Odontology is the science dealing with the study of the teeth and their surrounding tissues and
with the prevention and cure of their diseases. (Dictionary.com) In forensics odontology is not
used for the cure of disease, instead odontologist are there to help identify remains too mangled
to be recognized. Bones are the most stable part of the body. They can last through
decompositions, fires, or most brutal beating. Odontologist can use the teeth from a body and
compare them to the dental records of the current recorded missing persons. In the worst
circumstance for investigators, the teeth are the only thing they have to make a case. He can put
the teeth back together and again compare them to missing persons reports. Just like the
pathologist, the odontologists testimony of their discoveries can be used in court as proof of a
crime.
One last example of a science in forensics is toxicology. Toxicology is the science
dealing with the effects, antidotes, detection, etc., of poisons. (Dictionary.com) Toxicology can
be used anywhere from a homicide investigation to a traffic stop, and used on victims and/or
offenders. Toxicologist can also be pathologist and visa versa. Either that or a department could
have two people who each specialize in one, but it is more likely for there to be multiple people
working in both fields simultaneously. Everyday policeman can be toxicologists as well. Every
time a cop stops someone for a DUI search and they perform a breathalyzer test they are
temporarily acting as a toxicologist. The main job of a toxicologist is to test subjects of poisons,
drugs or alcohol and find if any are present in an individual. The purpose of the analyses is to
determine the cause of death, illness, or physical and/or mental impairment. This is the same for
living and dead individuals all depending on the circumstances of the person. Other analyses that
could be performed on a living person are: taking a urine sample, evaluating the root of a hair, or

blood evaluations. Those same analyses could be done on a dead person, but they can also test
tissue samples and the contents of the persons stomach or other internal organ, including the
brain.
To conclude, forensics science, or forensics, is crucial to the criminal justice system.
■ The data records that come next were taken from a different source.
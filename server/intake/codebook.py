"""Codebooks: one row per item with its wording, construct, keying and response range."""
from __future__ import annotations

import re
from dataclasses import dataclass

import numpy as np

from ..stats.errors import InputError
from .common import DEFAULT_LIMITS, IntakeLimits, fmt_num, norm, quote_list
from .table import read_table


@dataclass(frozen=True)
class CodebookEntry:
    """One codebook row: an item's name, wording, construct, keying and range (``None`` when not given)."""

    item: str
    text: str
    construct: str | None
    reverse: bool
    min: float | None
    max: float | None


@dataclass(frozen=True)
class Codebook:
    """The entries by item name, and the warnings of reading them."""

    entries: dict[str, CodebookEntry]
    warnings: tuple[str, ...] = ()


_CB_ALIASES = {
    "item": {"item", "items", "itemname", "name", "variable", "var", "column", "itemid", "code", "variablename",
             "varname", "itemcode", "itemlabel", "itemno", "itemnumber", "columnname", "questionid", "qid"},
    "text": {"text", "itemtext", "wording", "label", "statement", "question", "content", "stem"},
    "construct": {"construct", "factor", "scale", "subscale", "dimension", "domain", "facet", "trait"},
    "reverse": {"reverse", "reversed", "reversekeyed", "reversescored", "reverscoded", "reversecoded", "keyed",
                "key", "rev"},
    "min": {"min", "minimum", "scalemin", "low", "lowest"},
    "max": {"max", "maximum", "scalemax", "high", "highest"},
    "range": {"range", "responserange", "scalerange", "valuerange", "answerrange"},
}
# Header words that start a role's column name when no alias matches exactly ('Reverse scored (Y/N)').
_CB_PREFIXES = (("itemtext", "text"), ("itemwording", "text"), ("question", "text"), ("statement", "text"),
                ("wording", "text"), ("reverse", "reverse"), ("min", "min"), ("max", "max"), ("item", "item"),
                ("variable", "item"), ("construct", "construct"), ("subscale", "construct"), ("range", "range"))
_RANGE = re.compile(r"^\s*([-+]?\d+(?:[.,]\d+)?)\s*(?:-|–|—|to|\.\.|:)\s*([-+]?\d+(?:[.,]\d+)?)\s*$",
                    re.IGNORECASE)
_REVERSE_TRUE = {"1", "yes", "y", "true", "t", "r", "rev", "reverse", "reversed", "-", "-1", "neg", "negative"}
_REVERSE_FALSE = {"0", "no", "n", "false", "f", "", "+", "+1", "pos", "positive", "nan", "none", "forward"}


def _reverse_key(text: str) -> str:
    """'1.0' -> '1', ' Yes ' -> 'yes', '-1.0' -> '-1': numbers written as decimals read as whole numbers."""
    key = text.strip().lower()
    if re.fullmatch(r"[-+]?\d+\.0*", key):
        key = key.split(".")[0]
    return key


def read_codebook(raw: bytes, filename: str, *, limits: IntakeLimits = DEFAULT_LIMITS) -> Codebook:
    """Read a codebook (CSV or XLSX) with columns item, text, construct, reverse, optional min and max.

    ``reverse`` accepts 1/0, yes/no, true/false, R (and +/- keying). Raises InputError naming the codebook
    file, row and value for anything it cannot use.
    """
    df, row_numbers, notes, _ = read_table(raw, filename, as_strings=True, limits=limits)
    cols: dict[str, str] = {}
    for c in df.columns:
        key = norm(c)
        for role, aliases in _CB_ALIASES.items():
            if key in aliases and role not in cols:
                cols[role] = c
                break
    guessed: list[str] = []
    for c in df.columns:
        if c in cols.values():
            continue
        key = norm(c)
        role = next((r for prefix, r in _CB_PREFIXES if key.startswith(prefix) and r not in cols), None)
        if role is not None:
            cols[role] = c
            guessed.append(f"'{c}' as {role}")
    if guessed:
        notes.append(f"Columns of the codebook '{filename}' were matched by their names: {', '.join(guessed)}.")
    if "item" not in cols:
        raise InputError(
            f"The codebook '{filename}' has no 'item' column (found {quote_list(df.columns, 10)}). It needs "
            "the columns item, text, construct, reverse and optionally min and max.",
            code="bad_codebook", details={"file": filename, "columns": [str(c) for c in df.columns]})
    entries: dict[str, CodebookEntry] = {}
    first_row: dict[str, int] = {}

    def cell(i: int, role: str) -> str:
        if role not in cols:
            return ""
        v = df[cols[role]].iat[i]
        return "" if v is None or (isinstance(v, float) and np.isnan(v)) else str(v).strip()

    def number(i: int, role: str) -> float | None:
        s = cell(i, role)
        if s == "":
            return None
        try:
            return float(s.replace(",", "."))
        except ValueError:
            raise InputError(
                f"The codebook '{filename}' has '{s}' in column '{cols[role]}', row {row_numbers[i]}; "
                f"{role} must be a number.", code="bad_codebook",
                details={"file": filename, "column": cols[role], "row": int(row_numbers[i]), "value": s}
            ) from None

    # Keying written as +1/-1 (1 = forward): then a 1 is not "reversed" as it is in a 0/1 column.
    signed_keys = "reverse" in cols and any(_reverse_key(cell(i, "reverse")) == "-1" for i in range(len(df)))
    for i in range(len(df)):
        name = re.sub(r"\s+", " ", cell(i, "item").replace("\ufeff", "").replace("\u200b", "")).strip()
        row = int(row_numbers[i])
        if not name:
            continue
        if name in entries:
            raise InputError(f"The codebook '{filename}' lists item '{name}' twice (rows {first_row[name]} and "
                             f"{row}).", code="bad_codebook",
                             details={"file": filename, "column": cols["item"], "row": row, "value": name})
        rev_text = cell(i, "reverse")
        rev_key = _reverse_key(rev_text)
        if signed_keys and rev_key in ("1", "+1"):  # keys written +1 / -1: 1 is the forward direction
            reverse = False
        elif rev_key in _REVERSE_TRUE:
            reverse = True
        elif rev_key in _REVERSE_FALSE:
            reverse = False
        else:
            raise InputError(
                f"The codebook '{filename}' has '{rev_text}' in column '{cols['reverse']}', row {row} "
                f"(item '{name}'); reverse must be 1/0, yes/no, true/false, R, or keys +1/-1.", code="bad_codebook",
                details={"file": filename, "column": cols["reverse"], "row": row, "value": rev_text})
        lo, hi = number(i, "min"), number(i, "max")
        span = cell(i, "range")
        if lo is None and hi is None and span:
            m = _RANGE.match(span)
            if m is None:
                raise InputError(
                    f"The codebook '{filename}' has '{span}' in column '{cols['range']}', row {row} (item "
                    f"'{name}'); a range is written like 1-5 or 0 to 4.", code="bad_codebook",
                    details={"file": filename, "column": cols["range"], "row": row, "value": span})
            lo, hi = (float(g.replace(",", ".")) for g in m.groups())
        if (lo is None) != (hi is None):
            raise InputError(f"The codebook '{filename}' gives only one of min and max for item '{name}' "
                             f"(row {row}); give both or neither.", code="bad_codebook",
                             details={"file": filename, "row": row, "item": name})
        if lo is not None and not lo < hi:
            raise InputError(f"The codebook '{filename}' gives min {fmt_num(lo)} and max {fmt_num(hi)} for "
                             f"item '{name}' (row {row}); min must be below max.", code="bad_codebook",
                             details={"file": filename, "row": row, "item": name, "value": [lo, hi]})
        construct = cell(i, "construct") or None
        entries[name] = CodebookEntry(item=name, text=cell(i, "text"), construct=construct, reverse=reverse,
                                      min=lo, max=hi)
        first_row[name] = row
    if not entries:
        raise InputError(f"The codebook '{filename}' lists no items.", code="bad_codebook",
                         details={"file": filename})
    return Codebook(entries=entries, warnings=tuple(notes))





def match_codebook(columns: list[str], codebook: Codebook | None) -> dict[str, CodebookEntry]:
    """Column -> codebook entry: names are matched exactly, then ignoring case."""
    matched: dict[str, CodebookEntry] = {}
    if codebook is None:
        return matched
    lower = {c.lower(): c for c in columns}
    for name, entry in codebook.entries.items():
        if name in columns:
            matched[name] = entry
        elif name.lower() in lower and lower[name.lower()] not in matched:
            matched[lower[name.lower()]] = entry
    return matched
There are many technicians, investigators, and scientist needed to be able to collect evidence,
perform the analyses of the evidence, and interpret the results of the evaluations. Every field of
science uses its own strengths and backgrounds in assisting in examining every scrap of
evidence. There are an abounding number of diverse types of evidence and clues used to prove
facts about a criminal act. Each specimen can give numerous amounts of facts and information
needed to be closely inspected to get every detail. These fragments of evidence can range
anywhere from anything and everything at a crime scene to the specific surveillance camera
pointed at the right spot or a computer with e-mails tracing back to someone who committed a
credit card fraud and everywhere in between. After there has been a generous amount of
evidence collected, and because the pieces can be so specific yet general at the same time, they
can be used to solve a divergence of criminal cases. They can solve cold cases that havent been
looked at in years, but they can also solve a crime that happened only a year or two ago. In
addition they can assist in solving unique cases like arsons and missing persons. Forensic science
is such a diverse field that can change from day to day. There are not very many lines of work
that do that this is what makes forensics exclusive and extraordinary.